There are very good reasons for letting your child decide a lot in playing. For instance:

  • It enhances self-esteem. Since children naturally feel powerless a lot, letting them lead and direct play with their parents, will give them a sense of importance and agency.
  • It helps the parent to really receive and enter the universe of the child, with all the imagination, delights and anxieties there. Which in turn will strengthen the relationship between the child and the parent.
  • Stepping back and putting your own ideas to the side will also help the child to start expressing him/herself more freely.
  • It will also help developing fantasy play and other creative forms of play.

Important strategies are:

  • Just say yes – like I mentioned in an earlier post.
  • Setting aside a regular playtime. I have to admit that I don’t do this. It seems like a good idea to really make clear that this time is entirely the time of the child, that you are not going to cook, rest, watch TV or answer the phone now, and the the child is encouraged to decide for him/herself what to do.

I feel that this principle of following the child is terribly important, and often more difficult than it might seem. You might encounter boredom, or feel that you don’t want to do this or that, but here Cohen sides entirely with the child – he encourages us to just put aside about our misgivings and fears and just follow our children in play.

When reading Cohen, I have been thinking about Webster-Strattons concept Parent Training. It has become quite widespread here in Sweden, and it also served as blueprint for the even more popular Swedish adaption Komet.

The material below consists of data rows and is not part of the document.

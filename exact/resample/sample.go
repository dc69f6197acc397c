package resample

import (
	"math"
	"math/rand/v2"
)

// Binomial draws the number of events in n trials of probability p: by
// inversion where few are expected, else by the transformed rejection of
// Hörmann (1993, Journal of Statistical Computation and Simulation 46).
func Binomial(rng *rand.Rand, n int64, p float64) int64 {
	switch {
	case n <= 0 || p <= 0:
		return 0
	case p >= 1:
		return n
	case p > 0.5:
		return n - Binomial(rng, n, 1-p)
	case float64(n)*p < 10:
		return invert(rng, n, p)
	}
	return reject(rng, n, p)
}

// invert walks up the distribution from 0.
func invert(rng *rand.Rand, n int64, p float64) int64 {
	odds := p / (1 - p)
	for {
		u := rng.Float64()
		mass := math.Exp(float64(n) * math.Log1p(-p))
		k := int64(0)
		for u > mass && k < n {
			u -= mass
			mass *= odds * float64(n-k) / float64(k+1)
			k++
			if mass == 0 {
				break // u lies in what rounding left over
			}
		}
		if u <= mass {
			return k
		}
	}
}

// reject is algorithm BTRS, for p <= 1/2 and n p >= 10.
func reject(rng *rand.Rand, n int64, p float64) int64 {
	nf := float64(n)
	sd := math.Sqrt(nf * p * (1 - p))
	b := 1.15 + 2.53*sd
	a := -0.0873 + 0.0248*b + 0.01*p
	c := nf*p + 0.5
	vr := 0.92 - 4.2/b
	alpha := (2.83 + 5.1/b) * sd
	lodds := math.Log(p / (1 - p))
	mode := math.Floor((nf + 1) * p)
	h := logFactorial(mode) + logFactorial(nf-mode)
	for {
		u := rng.Float64() - 0.5
		v := 1 - rng.Float64()
		us := 0.5 - math.Abs(u)
		k := math.Floor((2*a/us+b)*u + c)
		if us >= 0.07 && v <= vr {
			return int64(k)
		}
		if k < 0 || k > nf {
			continue
		}
		v = math.Log(v * alpha / (a/(us*us) + b))
		if v <= h-logFactorial(k)-logFactorial(nf-k)+(k-mode)*lodds {
			return int64(k)
		}
	}
}

func logFactorial(k float64) float64 {
	l, _ := math.Lgamma(k + 1)
	return l
}

// Splitter draws how events fall into cells in proportion to weights.
type Splitter struct {
	weights []float64
	after   []float64 // sum of the weights from i on
	accept  []float64 // alias table (Walker 1977)
	alias   []int
}

// NewSplitter returns the splitter for weights that are not negative and not
// all zero.
func NewSplitter(weights []float64) *Splitter {
	n := len(weights)
	s := &Splitter{weights: weights, after: make([]float64, n+1), accept: make([]float64, n), alias: make([]int, n)}
	for i := n - 1; i >= 0; i-- {
		s.after[i] = s.after[i+1] + weights[i]
	}
	var small, large []int
	for i, w := range weights {
		s.accept[i] = w * float64(n) / s.after[0]
		s.alias[i] = i
		if s.accept[i] < 1 {
			small = append(small, i)
		} else {
			large = append(large, i)
		}
	}
	for len(small) > 0 && len(large) > 0 {
		lo, hi := small[len(small)-1], large[len(large)-1]
		small = small[:len(small)-1]
		s.alias[lo] = hi
		s.accept[hi] -= 1 - s.accept[lo]
		if s.accept[hi] < 1 {
			large = large[:len(large)-1]
			small = append(small, hi)
		}
	}
	for _, rest := range [][]int{small, large} {
		for _, i := range rest {
			if weights[i] > 0 {
				s.accept[i] = 1
			}
		}
	}
	return s
}

// Cell draws the cell of one event.
func (s *Splitter) Cell(rng *rand.Rand) int {
	i := rng.IntN(len(s.accept))
	if rng.Float64() < s.accept[i] {
		return i
	}
	return s.alias[i]
}

// Split writes to counts how n events fall into the cells: multinomial, each
// cell with probability in proportion to its weight.
func (s *Splitter) Split(rng *rand.Rand, n int64, counts []int64) {
	clear(counts)
	if n < int64(4*len(counts)) {
		for range n {
			counts[s.Cell(rng)]++
		}
		return
	}
	for i := range counts {
		if n == 0 {
			return
		}
		p := 1.0
		if s.after[i+1] > 0 {
			p = s.weights[i] / s.after[i]
		}
		counts[i] = Binomial(rng, n, p)
		n -= counts[i]
	}
}

// Clump is Split for events that attract each other: the shares of the cells
// are themselves drawn from a Dirichlet law with parameters concentration times
// weight over the sum of weights (Dirichlet-multinomial: what negative binomial
// counts of one size per exposure are, given their total). Drawn by Hoppe's
// urn (1984). cells is scratch space for n events.
func (s *Splitter) Clump(rng *rand.Rand, n int64, concentration float64, counts []int64, cells []int) {
	clear(counts)
	for i := range int(n) {
		if i > 0 && rng.Float64()*(concentration+float64(i)) < float64(i) {
			cells[i] = cells[rng.IntN(i)]
		} else {
			cells[i] = s.Cell(rng)
		}
		counts[cells[i]]++
	}
}

// Urn draws how events fall into trials without replacement.
type Urn struct {
	trials   []int64
	total    int64
	splitter *Splitter
}

// NewUrn returns the urn for the trials of each cell, not all zero.
func NewUrn(trials []int64) *Urn {
	u := &Urn{trials: trials}
	weights := make([]float64, len(trials))
	for i, n := range trials {
		weights[i] = float64(n)
		u.total += n
	}
	u.splitter = NewSplitter(weights)
	return u
}

// Split writes to counts how n events fall into the cells, if each trial has
// at most one and all choices of n trials are alike: multivariate
// hypergeometric. n is at most the sum of the trials.
func (u *Urn) Split(rng *rand.Rand, n int64, counts []int64) {
	if 2*n > u.total {
		u.Split(rng, u.total-n, counts)
		for i := range counts {
			counts[i] = u.trials[i] - counts[i]
		}
		return
	}
	clear(counts)
	for n > 0 {
		i := u.splitter.Cell(rng)
		if rng.Int64N(u.trials[i]) >= counts[i] {
			counts[i]++
			n--
		}
	}
}

// Gamma draws from the gamma law of the given shape, positive, and scale 1
// (Marsaglia and Tsang 2000, ACM Transactions on Mathematical Software 26).
func Gamma(rng *rand.Rand, shape float64) float64 {
	if shape < 1 {
		return Gamma(rng, shape+1) * math.Pow(1-rng.Float64(), 1/shape)
	}
	d := shape - 1./3
	c := 1 / math.Sqrt(9*d)
	for {
		x := rng.NormFloat64()
		v := 1 + c*x
		if v <= 0 {
			continue
		}
		v *= v * v
		u := 1 - rng.Float64()
		if math.Log(u) < x*x/2+d-d*v+d*math.Log(v) {
			return d * v
		}
	}
}

// Poisson draws a count of the given mean, from 0 to 1e9: by counting up gaps
// where it is small, else by splitting off a gamma waiting time (Ahrens and
// Dieter 1974).
func Poisson(rng *rand.Rand, mean float64) int64 {
	n := int64(0)
	for mean > 20 {
		k := math.Floor(mean * 7 / 8)
		wait := Gamma(rng, k)
		if wait > mean {
			return n + Binomial(rng, int64(k)-1, mean/wait)
		}
		n += int64(k)
		mean -= wait
	}
	for mean -= rng.ExpFloat64(); mean > 0; mean -= rng.ExpFloat64() {
		n++
	}
	return n
}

Webster-Stratton is in agreement with Cohen in putting play as the base or centerpiece for raising emotionally healthy kids. But the approach to play of Webster-Stratton is radically different. She recommends parents to just sit beside the child and describe neutrally what the child does. She makes the same observation as Cohen does in this chapter, that it seem to be terribly difficult for most adults not to interfere and take over the play of their children. But her solution does not give room for very much interaction or fun between the child and the adult. The child might feel to a certain extent that the adult is present and interested, but in the light of Cohens book, Webster-Stratton really miss out most of the possibilities of play.

This is a posting in a collaborative project together with Jennifer at InspireMama. She is reading the chapters concurrently and posting about her thoughts. (The book Playful Parenting at AdLibris, Bokus)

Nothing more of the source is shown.